It feels a lot more connected to the road than when I drove a car with standard suspension on 18" tires. I found that car's suspension was too soft and isolating for me. Keep in mind my other car is a Lotus Elise which almost bounces over everything. The roads where I live are good with no potholes but I wouldn't want a sport suspension with 19" tires where the roads are bad. 
The tires are great too- very grippy and with the sport suspension it makes for great cornering.


http://s1374.photobucket.com/user/l...t=3&o=0&_suid=1406819038827012670330227407722


http://www.tirerack.com/tires/tires.jsp?tireMake=Continental&tireModel=ContiSportContact+5P


----------



## tekmo (Nov 30, 2013)

itr_1211 said:


> Anyone know if the sline suspension just include lowered springs or are the shocks different from the ones on the non sline suspension?


That is funny, i contacted Pfaff Tuning today asking the same question, in case I wanted to upgrade to s-line and here is the response I got. I think the dude was referring to S3 magnetic ride, or he is just very very confused.

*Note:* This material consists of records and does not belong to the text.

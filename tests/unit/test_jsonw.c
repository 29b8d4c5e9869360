/* The JSON writer, against printf, jansson, RFC 8259 and the Unicode standard. */
#include "publish/jsonw.h"

#include "util/real.h"

#include <jansson.h>
#include <math.h>
#include <setjmp.h>
#include <stdarg.h>
#include <stdio.h>
#include <stdlib.h>
#include <string.h>
#include <time.h>

#include <cmocka.h>

#define COUNT(array) (sizeof(array) / sizeof((array)[0]))

static const char *text_of(const char *text, char *buf, size_t size) {
    struct jsonw w;

    jsonw_init(&w, buf, size);
    jsonw_text(&w, NULL, text);
    assert_true(jsonw_finish(&w) > 0);
    return buf;
}

static const char *fixed_of(double value, int decimals, char *buf, size_t size) {
    struct jsonw w;

    jsonw_init(&w, buf, size);
    jsonw_fixed(&w, NULL, value, decimals);
    assert_true(jsonw_finish(&w) > 0);
    return buf;
}

static void test_objects_and_arrays(void **state) {
    char buf[256];
    struct jsonw w;

    (void)state;
    jsonw_init(&w, buf, sizeof(buf));
    jsonw_open(&w, NULL, '{');
    jsonw_int(&w, "a", -7);
    jsonw_open(&w, "b", '[');
    jsonw_close(&w, ']');
    jsonw_open(&w, "c", '[');
    jsonw_bool(&w, NULL, true);
    jsonw_open(&w, NULL, '{');
    jsonw_null(&w, "d");
    jsonw_close(&w, '}');
    jsonw_text(&w, NULL, NULL);
    jsonw_raw(&w, NULL, "{\"r\":1}", 7);
    jsonw_close(&w, ']');
    jsonw_bool(&w, "e", false);
    jsonw_close(&w, '}');
    size_t length = jsonw_finish(&w);
    assert_int_equal(length, strlen(buf));
    assert_string_equal(buf,
                        "{\"a\":-7,\"b\":[],\"c\":[true,{\"d\":null},null,{\"r\":1}],\"e\":false}");
}

static void test_integers(void **state) {
    char buf[128];
    struct jsonw w;

    (void)state;
    jsonw_init(&w, buf, sizeof(buf));
    jsonw_int(&w, NULL, INT64_MIN);
    jsonw_int(&w, NULL, INT64_MAX);
    jsonw_int(&w, NULL, 0);
    jsonw_count(&w, NULL, UINT64_MAX);
    assert_true(jsonw_finish(&w) > 0);
    assert_string_equal(buf, "-9223372036854775808,9223372036854775807,0,18446744073709551615");
}

/* RFC 8259, "The JavaScript Object Notation (JSON) Data Interchange Format", section 7, 2017. */
static void test_escapes(void **state) {
    static const struct {
        const char *text, *json;
    } cases[] = {
        {"", "\"\""},
        {"plain / text", "\"plain / text\""},
        {"\"\\", "\"\\\"\\\\\""},
        {"\b\f\n\r\t", "\"\\b\\f\\n\\r\\t\""},
        {"\x01\x1f\x7f", "\"\\u0001\\u001f\x7f\""},
        {"a\"b\x02"
         "c",
         "\"a\\\"b\\u0002c\""},
        {"\xf0\x9d\x84\x9e", "\"\xf0\x9d\x84\x9e\""}, /* U+1D11E, the RFC's own example */
    };
    char buf[128];

    (void)state;
    for (size_t i = 0; i < COUNT(cases); i++)
        assert_string_equal(text_of(cases[i].text, buf, sizeof(buf)), cases[i].json);
}

#define FFFD "\xef\xbf\xbd"

/* The Unicode Standard, version 13.0, section 3.9: tables 3-7 (what is well-formed) and 3-8 to 3-10
 * (byte sequences that are not), from memory. Each bad byte is replaced by itself. */
static void test_utf8(void **state) {
    static const struct {
        const char *text, *json;
    } cases[] = {
        {"\xc2\x80\xdf\xbf", "\"\xc2\x80\xdf\xbf\""},
        {"\xe0\xa0\x80\xed\x9f\xbf\xee\x80\x80", "\"\xe0\xa0\x80\xed\x9f\xbf\xee\x80\x80\""},
        {"\xf0\x90\x80\x80\xf4\x8f\xbf\xbf", "\"\xf0\x90\x80\x80\xf4\x8f\xbf\xbf\""},
        {"\xc0\xaf\xe0\x80\xbf\x41", "\"" FFFD FFFD FFFD FFFD FFFD "A\""},
        {"\xed\xa0\x80\x41", "\"" FFFD FFFD FFFD "A\""},          /* a surrogate */
        {"\xf4\x91\x92\x93\x41", "\"" FFFD FFFD FFFD FFFD "A\""}, /* above U+10FFFF */
        {"\xff\x41\x80\xbf\x42", "\"" FFFD "A" FFFD FFFD "B\""},
        {"\xe2\x82", "\"" FFFD FFFD "\""}, /* cut off */
        {"\xf0\x9f\x98\"", "\"" FFFD FFFD FFFD "\\\"\""},
    };
    char buf[128];

    (void)state;
    for (size_t i = 0; i < COUNT(cases); i++)
        assert_string_equal(text_of(cases[i].text, buf, sizeof(buf)), cases[i].json);
}

/* Every string of two bytes comes out as JSON that jansson, which checks UTF-8, takes. */
static void test_every_pair_of_bytes_is_valid_json(void **state) {
    char text[3] = "", buf[64];

    (void)state;
    for (int a = 1; a < 256; a++) {
        for (int b = 1; b < 256; b++) {
            text[0] = (char)a;
            text[1] = (char)b;
            text_of(text, buf, sizeof(buf));
            json_t *value = json_loads(buf, JSON_DECODE_ANY, NULL);
            assert_non_null(value);
            if (a < 0x80 && b < 0x80)
                assert_string_equal(json_string_value(value), text);
            json_decref(value);
        }
    }
}

static void test_fixed_values(void **state) {
    static const struct {
        double value;
        int decimals;
        const char *json;
    } cases[] = {
        {3.712, 3, "3.712"},
        {0.0, 4, "0.0000"},
        {-0.0, 2, "0.00"},
        {-0.0004, 3, "0.000"}, /* printf says -0.000 */
        {-0.0006, 3, "-0.001"},
        {20400.4, 0, "20400"},
        {0.5, 0, "0"}, /* ties to even */
        {1.5, 0, "2"},
        {2.5, 0, "2"},
        {0.125, 2, "0.12"},
        {0.375, 2, "0.38"},
        {1.005, 2, "1.00"}, /* the double lies under 1.005 */
        {0.9999999, 3, "1.000"},
        {99.9996, 3, "100.000"},
        {1e-300, 6, "0.000000"},
        {5e-324, 0, "0"},
        {4503599627370495.0, 0, "4503599627370495"},
        {4503599627370496.0, 0, "null"},
        {4503599627.5, 6, "null"},
        {1e308, 6, "null"},
        {UNKNOWN, 3, "null"},
        {ENDLESS, 0, "null"},
        {-ENDLESS, 0, "null"},
        {7, -3, "7"},
        {7, 9, "7.000000"},
    };
    char buf[64];

    (void)state;
    for (size_t i = 0; i < COUNT(cases); i++)
        assert_string_equal(fixed_of(cases[i].value, cases[i].decimals, buf, sizeof(buf)),
                            cases[i].json);
}

static uint64_t next_random(uint64_t *seed) { /* splitmix64 */
    uint64_t z = *seed += 0x9e3779b97f4a7c15U;

    z = (z ^ (z >> 30)) * 0xbf58476d1ce4e5b9U;
    z = (z ^ (z >> 27)) * 0x94d049bb133111ebU;
    return z ^ (z >> 31);
}

/* Values of every magnitude that the writer takes, many of them on a tie or one step beside it. */
static double next_value(uint64_t *seed, double scale) {
    uint64_t bits = next_random(seed);
    double value;

    switch (next_random(seed) % 4) {
    case 0: /* anything, from 2^-60 on */
        value = ldexp((double)(bits >> 11), (int)(bits % 60) - 113);
        break;
    case 1: /* near a decimal that ends in 5 */
        value = ((double)(bits % 2000000000) + 0.5) / scale;
        break;
    case 2: /* a true tie: an odd number of halves, quarters, eighths, ... */
        value = ldexp((double)(bits % 100000) * 2 + 1, -(int)(next_random(seed) % 8));
        break;
    default: /* just under the limit */
        value = ldexp((double)(bits >> 12), 0) / scale;
    }
    switch (next_random(seed) % 3) {
    case 0:
        value = nextafter(value, ENDLESS);
        break;
    case 1:
        value = nextafter(value, -ENDLESS);
        break;
    default:
        break;
    }
    return next_random(seed) % 2 ? value : -value;
}

/* Reference: the C library's printf, which rounds the exact binary value. */
static void test_fixed_is_what_printf_says(void **state) {
    uint64_t seed =
        getenv("BRINK_SEED") ? strtoull(getenv("BRINK_SEED"), NULL, 10) : (uint64_t)time(NULL);
    uint64_t told = 0;

    (void)state;
    print_message("seed %llu (BRINK_SEED=%llu repeats it)\n", (unsigned long long)seed,
                  (unsigned long long)seed);
    for (int i = 0; i < 280000; i++) {
        int decimals = i % (JSONW_DECIMALS_MAX + 1);
        double scale = pow(10, decimals), value = next_value(&seed, scale);
        char buf[64], want[400];

        if (!(fabs(value) * scale < 4503599627370496.0))
            continue;
        snprintf(want, sizeof(want), "%.*f", decimals, value);
        if (want[0] == '-' && strspn(want + 1, "0.") == strlen(want + 1))
            memmove(want, want + 1, strlen(want));
        assert_string_equal(fixed_of(value, decimals, buf, sizeof(buf)), want);
        told++;
    }
    assert_true(told > 200000);
}

static size_t write_all(char *buf, size_t size) {
    struct jsonw w;

    jsonw_init(&w, buf, size);
    jsonw_open(&w, NULL, '{');
    jsonw_text(&w, "text", "a\x01\"\xff\xc3\xa9");
    jsonw_fixed(&w, "fixed", -12.25, 3);
    jsonw_int(&w, "int", 42);
    jsonw_bool(&w, "bool", true);
    jsonw_open(&w, "array", '[');
    jsonw_null(&w, NULL);
    jsonw_close(&w, ']');
    jsonw_close(&w, '}');
    return jsonw_finish(&w);
}

/* With every size too small: 0, an empty text, and not a byte behind the buffer. */
static void test_overflow(void **state) {
    char whole[256];
    size_t length = write_all(whole, sizeof(whole));

    (void)state;
    assert_int_equal(length, strlen(whole));
    for (size_t size = 0; size <= length + 1; size++) {
        char buf[256];
        memset(buf, '#', sizeof(buf));
        assert_int_equal(write_all(buf, size), size > length ? length : 0);
        for (size_t i = size; i < sizeof(buf); i++)
            assert_int_equal(buf[i], '#');
        if (size > 0)
            assert_string_equal(buf, size > length ? whole : "");
    }
}

int main(void) {
    const struct CMUnitTest tests[] = {
        cmocka_unit_test(test_objects_and_arrays),
        cmocka_unit_test(test_integers),
        cmocka_unit_test(test_escapes),
        cmocka_unit_test(test_utf8),
        cmocka_unit_test(test_every_pair_of_bytes_is_valid_json),
        cmocka_unit_test(test_fixed_values),
        cmocka_unit_test(test_fixed_is_what_printf_says),
        cmocka_unit_test(test_overflow),
    };
    return cmocka_run_group_tests(tests, NULL, NULL);
}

"*You are looking well above $10,000. Its not as easy as throwing in just S-line suspension. You need the navi system to be able to control the different settings, the actual S-line suspension, an ECU or program to allow you to adjust the dampening.

And at the end of it all the car will not be ride height adjustable. It will be maybe 15mm lower then your current height.*"


----------